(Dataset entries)
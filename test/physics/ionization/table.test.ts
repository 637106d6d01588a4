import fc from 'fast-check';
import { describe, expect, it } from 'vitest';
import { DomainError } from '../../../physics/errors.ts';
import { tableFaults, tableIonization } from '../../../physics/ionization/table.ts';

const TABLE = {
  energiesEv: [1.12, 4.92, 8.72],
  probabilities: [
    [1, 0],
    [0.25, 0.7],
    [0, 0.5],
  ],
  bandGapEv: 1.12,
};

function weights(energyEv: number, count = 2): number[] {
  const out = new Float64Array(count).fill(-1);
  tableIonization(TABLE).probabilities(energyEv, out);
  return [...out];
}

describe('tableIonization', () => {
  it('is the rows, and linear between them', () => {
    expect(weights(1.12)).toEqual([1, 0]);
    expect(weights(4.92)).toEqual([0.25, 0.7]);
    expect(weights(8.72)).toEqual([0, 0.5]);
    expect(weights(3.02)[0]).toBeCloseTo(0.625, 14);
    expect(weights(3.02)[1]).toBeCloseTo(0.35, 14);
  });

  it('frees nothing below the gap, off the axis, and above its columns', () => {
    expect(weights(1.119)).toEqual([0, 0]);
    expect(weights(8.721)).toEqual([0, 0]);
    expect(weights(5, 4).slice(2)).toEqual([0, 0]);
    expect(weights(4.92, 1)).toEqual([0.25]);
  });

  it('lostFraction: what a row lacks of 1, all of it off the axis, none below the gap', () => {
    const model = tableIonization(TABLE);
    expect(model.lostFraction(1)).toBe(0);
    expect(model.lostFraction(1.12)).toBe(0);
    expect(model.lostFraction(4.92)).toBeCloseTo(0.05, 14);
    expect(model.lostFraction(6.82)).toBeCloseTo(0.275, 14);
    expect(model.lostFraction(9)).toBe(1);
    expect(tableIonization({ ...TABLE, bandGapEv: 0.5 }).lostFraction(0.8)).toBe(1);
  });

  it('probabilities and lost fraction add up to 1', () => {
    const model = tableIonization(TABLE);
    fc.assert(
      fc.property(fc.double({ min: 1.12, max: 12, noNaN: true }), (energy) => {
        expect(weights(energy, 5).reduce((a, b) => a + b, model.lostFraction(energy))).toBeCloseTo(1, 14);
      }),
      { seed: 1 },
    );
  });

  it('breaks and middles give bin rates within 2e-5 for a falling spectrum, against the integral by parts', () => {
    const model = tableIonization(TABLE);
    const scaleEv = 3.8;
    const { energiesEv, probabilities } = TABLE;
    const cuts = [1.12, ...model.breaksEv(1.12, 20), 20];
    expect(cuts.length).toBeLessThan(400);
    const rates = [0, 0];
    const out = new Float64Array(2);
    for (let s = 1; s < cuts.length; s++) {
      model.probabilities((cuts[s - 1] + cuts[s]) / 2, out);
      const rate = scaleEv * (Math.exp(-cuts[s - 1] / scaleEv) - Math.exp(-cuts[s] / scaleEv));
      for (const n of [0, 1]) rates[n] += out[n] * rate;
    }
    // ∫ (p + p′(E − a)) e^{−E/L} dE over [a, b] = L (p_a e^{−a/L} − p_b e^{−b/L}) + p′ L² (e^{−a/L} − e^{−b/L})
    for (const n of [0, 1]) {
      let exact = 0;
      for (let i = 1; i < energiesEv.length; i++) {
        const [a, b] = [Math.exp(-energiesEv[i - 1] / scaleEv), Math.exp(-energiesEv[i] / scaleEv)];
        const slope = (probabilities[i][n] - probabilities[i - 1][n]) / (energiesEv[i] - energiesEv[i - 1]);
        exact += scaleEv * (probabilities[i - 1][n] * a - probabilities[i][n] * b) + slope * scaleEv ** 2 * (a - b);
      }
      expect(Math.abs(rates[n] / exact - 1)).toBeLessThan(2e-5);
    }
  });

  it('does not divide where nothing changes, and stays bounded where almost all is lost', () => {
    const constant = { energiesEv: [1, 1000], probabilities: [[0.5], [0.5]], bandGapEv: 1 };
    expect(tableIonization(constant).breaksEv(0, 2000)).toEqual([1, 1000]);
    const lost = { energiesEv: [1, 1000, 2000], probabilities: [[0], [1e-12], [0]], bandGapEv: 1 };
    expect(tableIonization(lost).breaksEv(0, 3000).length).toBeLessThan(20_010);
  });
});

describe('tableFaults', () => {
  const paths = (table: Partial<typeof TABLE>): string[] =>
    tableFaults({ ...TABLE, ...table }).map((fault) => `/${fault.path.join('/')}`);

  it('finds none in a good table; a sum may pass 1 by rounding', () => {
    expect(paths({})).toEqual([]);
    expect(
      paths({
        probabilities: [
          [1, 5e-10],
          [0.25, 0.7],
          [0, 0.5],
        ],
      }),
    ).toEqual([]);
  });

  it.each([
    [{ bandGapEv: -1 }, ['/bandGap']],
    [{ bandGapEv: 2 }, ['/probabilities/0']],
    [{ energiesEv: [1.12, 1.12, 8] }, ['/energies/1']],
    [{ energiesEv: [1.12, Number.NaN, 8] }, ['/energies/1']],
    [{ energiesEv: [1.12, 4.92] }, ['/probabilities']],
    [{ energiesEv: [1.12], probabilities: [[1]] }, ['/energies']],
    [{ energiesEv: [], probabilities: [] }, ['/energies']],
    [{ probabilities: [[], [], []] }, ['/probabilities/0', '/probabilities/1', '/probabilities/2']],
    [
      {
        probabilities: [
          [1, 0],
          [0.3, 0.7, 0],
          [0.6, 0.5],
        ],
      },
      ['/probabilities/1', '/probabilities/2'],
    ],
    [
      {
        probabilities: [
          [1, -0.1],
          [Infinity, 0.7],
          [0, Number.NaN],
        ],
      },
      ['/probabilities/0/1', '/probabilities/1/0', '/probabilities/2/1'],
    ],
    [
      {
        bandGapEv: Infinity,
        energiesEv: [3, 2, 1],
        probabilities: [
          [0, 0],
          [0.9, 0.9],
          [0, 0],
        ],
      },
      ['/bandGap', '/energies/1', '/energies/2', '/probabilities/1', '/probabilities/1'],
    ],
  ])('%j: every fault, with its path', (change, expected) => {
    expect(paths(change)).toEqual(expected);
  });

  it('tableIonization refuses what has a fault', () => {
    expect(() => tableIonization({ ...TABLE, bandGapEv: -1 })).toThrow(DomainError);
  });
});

=== WORK INSTRUCTIONS ===
Go over the data above and copy every line that has the word "DomainError" in it.

=== EXERCISE OUTPUT ===
import { DomainError } from '../../../physics/errors.ts';
    expect(() => tableIonization({ ...TABLE, bandGapEv: -1 })).toThrow(DomainError);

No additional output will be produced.